In 2009 I promoted a research on banks and human rights whose results were collected in the study 'Banks and Human Right: pathways to compliance' , based on the analysis of around 400 cases of banks involved, worldwide, in initiatives that had resulted in damage to the environment or violations of human rights. None of the official scientific collections agreed to publish it: I had to resort to self-publishing. I tried to speak to the ABI, but was kindly sent down a dead-end track. The problem was not of interest to them.

But already in 2008, prof. John Ruggie, of Harvard, had developed the now famous 'Framework, Respect, Protect and Remedy', the report which finally recognized the direct responsibility of companies for the respect of human rights (subsequently approved unanimously by the UN Human Rights Council) and which today represents a global consensus on the subject. It goes without saying that this approach to corporate responsibility was later endorsed by the OECD and the European Union. 
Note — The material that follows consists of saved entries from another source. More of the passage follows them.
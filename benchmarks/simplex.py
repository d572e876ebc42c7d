"""Simplex runs against closed forms: evaluations and honesty, smooth and singular.

Smooth families on the standard simplex ``{x >= 0, sum x <= 1}`` in d = 2..4,
random draws (``numpy.random.default_rng([seed, family, d])``), each a function
of one linear form ``l(x) = a . x`` or a monomial:

* ``exp``: ``exp(l)``, ``a_i`` uniform in [-3, 3];
* ``oscillatory``: ``cos(2 pi w + l)``, ``a_i`` uniform in [0, 9 / d] times 2;
* ``corner-peak``: ``(1 + l)^-(d + 1)``, ``a_i`` uniform in [0, 10 / d];
* ``monomial``: ``prod x_i^k_i (1 - sum x)^k_0``, total degree 8..14 (beyond the
  degree-7 rule's exactness).

Exact values: for a function ``g`` of one linear form the Hermite–Genocchi
formula gives ``int_S g(l) = d! vol(S) G[l_0, ..., l_d]``, the divided difference
of ``G`` (``G^(d) = g``) at the form's values on the vertices (e.g. C. de Boor,
*A Practical Guide to Splines*, ch. I, from memory), evaluated here with mpmath
at 50 digits; ``G`` is ``g``'s d-fold integral by Cauchy's formula for repeated
integration.  Monomials: Dirichlet's integral ``int_S prod x_i^(a_i - 1)
(1 - sum x)^(a_0 - 1) = prod Gamma(a_i) / Gamma(sum a_i)`` (Whittaker & Watson,
*A Course of Modern Analysis*, section 12.5).

Singular cases (``--singular``): Dirichlet's integral with exponent -1/2 on one
face (``x_0^-1/2``) and on every face (the published case of
benchmarks/calibration.py), d = 2, 3, 4.

Prints per family, dimension and tolerance: runs, held (true <= reported),
silent wrong (converged with the true error above twice the goal), converged,
evaluations.  ``--json`` writes every run (to compare two versions run for
run; run the other version with ``PYTHONPATH`` pointing at its package).
"""

from __future__ import annotations

import argparse
import json
import math
import sys
from pathlib import Path

import numpy as np

sys.path.insert(0, str(Path(__file__).resolve().parents[1]))

import cubage  # noqa: E402

FAMILIES = ("exp", "oscillatory", "corner-peak", "monomial")


def _hg_exact(g_mp, avals: np.ndarray, b: float, d: int) -> float:
    """int over the standard d-simplex of g(b + a . x) by the Hermite–Genocchi formula (mpmath, 50 digits)."""
    import mpmath as mp
    mp.mp.dps = 50
    ls = [mp.mpf(b)] + [mp.mpf(b) + mp.mpf(float(a)) for a in avals]

    def G(t):   # Cauchy: the d-fold integral of g from 0
        return mp.quad(lambda s: (t - s) ** (d - 1) * g_mp(s), [0, t]) / mp.factorial(d - 1)
    tab = [G(t) for t in ls]
    for level in range(1, d + 1):
        tab = [(tab[i + 1] - tab[i]) / (ls[i + level] - ls[i]) for i in range(len(tab) - 1)]
    return float(tab[0])   # d! vol(S) = 1 for the standard simplex


def draw(family: str, d: int, rng) -> tuple:
    """(name, f, exact) of one random draw."""
    import mpmath as mp
    if family == "exp":
        a = rng.uniform(-3, 3, d)
        return (lambda X, a=a: np.exp(X @ a)), _hg_exact(mp.exp, a, 0.0, d)
    if family == "oscillatory":
        a = rng.uniform(0, 9.0 / d, d) * 2
        w = float(rng.uniform())
        b = 2 * math.pi * w
        return (lambda X, a=a, b=b: np.cos(b + X @ a)), _hg_exact(mp.cos, a, b, d)
    if family == "corner-peak":
        a = rng.uniform(0, 10.0 / d, d)
        return ((lambda X, a=a: (1.0 + X @ a) ** -(d + 1)),
                _hg_exact(lambda t: (1 + t) ** -(d + 1), a, 0.0, d))
    if family == "monomial":
        total = int(rng.integers(8, 15))
        k = rng.multinomial(total, np.ones(d + 1) / (d + 1))
        # Dirichlet's integral (Whittaker & Watson 12.5) with a_i = k_i + 1
        exact = math.exp(sum(math.lgamma(ki + 1) for ki in k) - math.lgamma(total + d + 1))
        return (lambda X, k=k: np.prod(X ** k[1:], axis=1) * np.maximum(1 - X.sum(axis=1), 0.0) ** k[0]), exact
    raise ValueError(family)


def singular_cases(dims):
    out = []
    for d in dims:
        # Dirichlet's integral (Whittaker & Watson 12.5): x_0^-1/2 -> Gamma(1/2) / Gamma(d + 1/2)
        out.append((f"face x0^-1/2 d={d}", d, lambda X: 1.0 / np.sqrt(X[:, 0]),
                    math.gamma(0.5) / math.gamma(d + 0.5)))
        # every face: Gamma(1/2)^(d+1) / Gamma((d+1)/2)
        out.append((f"all faces -1/2 d={d}", d,
                    lambda X: 1.0 / np.sqrt(X.prod(axis=1) * np.maximum(1 - X.sum(axis=1), 0.0)),
                    math.gamma(0.5) ** (d + 1) / math.gamma((d + 1) / 2)))
    return out


def one(f, d, tol, budget, exact) -> dict:
    dom = cubage.Simplex(np.vstack([np.zeros(d), np.eye(d)]))
    r = cubage.integrate(f, dom, rel_tol=tol, budget=budget, raise_on_failure=False)
    true = abs(r.value - exact)
    return dict(value=float(r.value), error=float(r.error), true=float(true), status=r.status,
                evals=int(r.evaluations), held=bool(true <= r.error),
                silent=bool(r.status == "converged" and true > 2 * tol * abs(exact)))


def main(argv=None) -> int:
    p = argparse.ArgumentParser(description=__doc__.splitlines()[0])
    p.add_argument("--seed", type=int, default=7)
    p.add_argument("--draws", type=int, default=5)
    p.add_argument("--dims", type=int, nargs="+", default=[2, 3, 4])
    p.add_argument("--tols", type=float, nargs="+", default=[1e-4, 1e-6, 1e-8])
    p.add_argument("--families", nargs="+", default=list(FAMILIES), choices=FAMILIES)
    p.add_argument("--budget", type=int, default=1_000_000)
    p.add_argument("--singular", action="store_true", help="also the singular Dirichlet cases")
    p.add_argument("--no-smooth", action="store_true")
    p.add_argument("--json")
    a = p.parse_args(argv)
    print(f"# simplex study: seed {a.seed}, {a.draws} draws, budget {a.budget}, cubage from {cubage.__file__}")
    rows = []
    tot = {}
    if not a.no_smooth:
        for fam in a.families:
            for d in a.dims:
                rng = np.random.default_rng([a.seed, FAMILIES.index(fam), d])
                drawn = [draw(fam, d, rng) for _ in range(a.draws)]
                for tol in a.tols:
                    sub = []
                    for i, (f, exact) in enumerate(drawn):
                        rec = one(f, d, tol, a.budget, exact)
                        rec.update(family=fam, d=d, tol=tol, draw=i)
                        sub.append(rec)
                    rows.extend(sub)
                    ev = sum(r["evals"] for r in sub)
                    tot[tol] = tot.get(tol, 0) + ev
                    print(f"{fam:12s} d={d} tol={tol:.0e} held {sum(r['held'] for r in sub):2d}/{len(sub)} silent "
                          f"{sum(r['silent'] for r in sub)} conv {sum(r['status'] == 'converged' for r in sub):2d} "
                          f"evals {ev:9d}", flush=True)
        print("smooth evaluations per tolerance:", {f"{t:.0e}": v for t, v in tot.items()},
              "total", sum(tot.values()), "held", f"{100 * np.mean([r['held'] for r in rows]):.1f} %",
              "silent", sum(r["silent"] for r in rows))
    if a.singular:
        for name, d, f, exact in singular_cases(a.dims):
            for tol in (1e-4, 1e-6):
                rec = one(f, d, tol, a.budget, exact)
                rec.update(family=name, d=d, tol=tol)
                rows.append(rec)
                print(f"{name:20s} tol={tol:.0e} {rec['status']:13s} true {rec['true']:9.2e} reported "
                      f"{rec['error']:9.2e} ({rec['error'] / max(rec['true'], 1e-300):5.2f}x) evals "
                      f"{rec['evals']:8d}{'  SILENT WRONG' if rec['silent'] else ''}", flush=True)
    if a.json:
        Path(a.json).write_text(json.dumps(rows, indent=0))
    return 0


if __name__ == "__main__":
    raise SystemExit(main())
The most important global financial institutions had since then begun to deal with the problem of the liability of the banks, which are always - or almost always - behind the scenes. They have worked to date within a group called Thun group, from the name of the small Swiss town where they met. At their most recent meeting in July 2019, they adopted the OECD document 'Due diligence for responsible business conduct in general corporate lending and securities underwriting'.

The document represents the extension of the OECD strategies on finance to the world of finance 'Responsible, Business Conduct'. At the same time, and before Fink's letter, many of the most important world banks had adhered to the 'Financial Initiative' of the UN Environmental Program, and within that framework they adopted, in September 2019, the 'Principles for Responsible Banking, a set of six principles aimed at aligning the behavior of banks with respect for sustainable development in environmental matters. 

These fundamental steps forward clearly demonstrate today how the defense of the environment and the rights and dignity of human communities are no longer just an ethical requirement, but represent a fundamental criterion for being able to finance all economic operations and business activities.

Will Trump and all those brilliant politicians who think that the defense of the environment and human society are concerns that concern small elites of leftist intellectuals will notice? Many newspapers have published the news, but it certainly deserves greater investigation. In my opinion, few, except insiders, realize the incredible effects of these new responsibilities on the global financial system.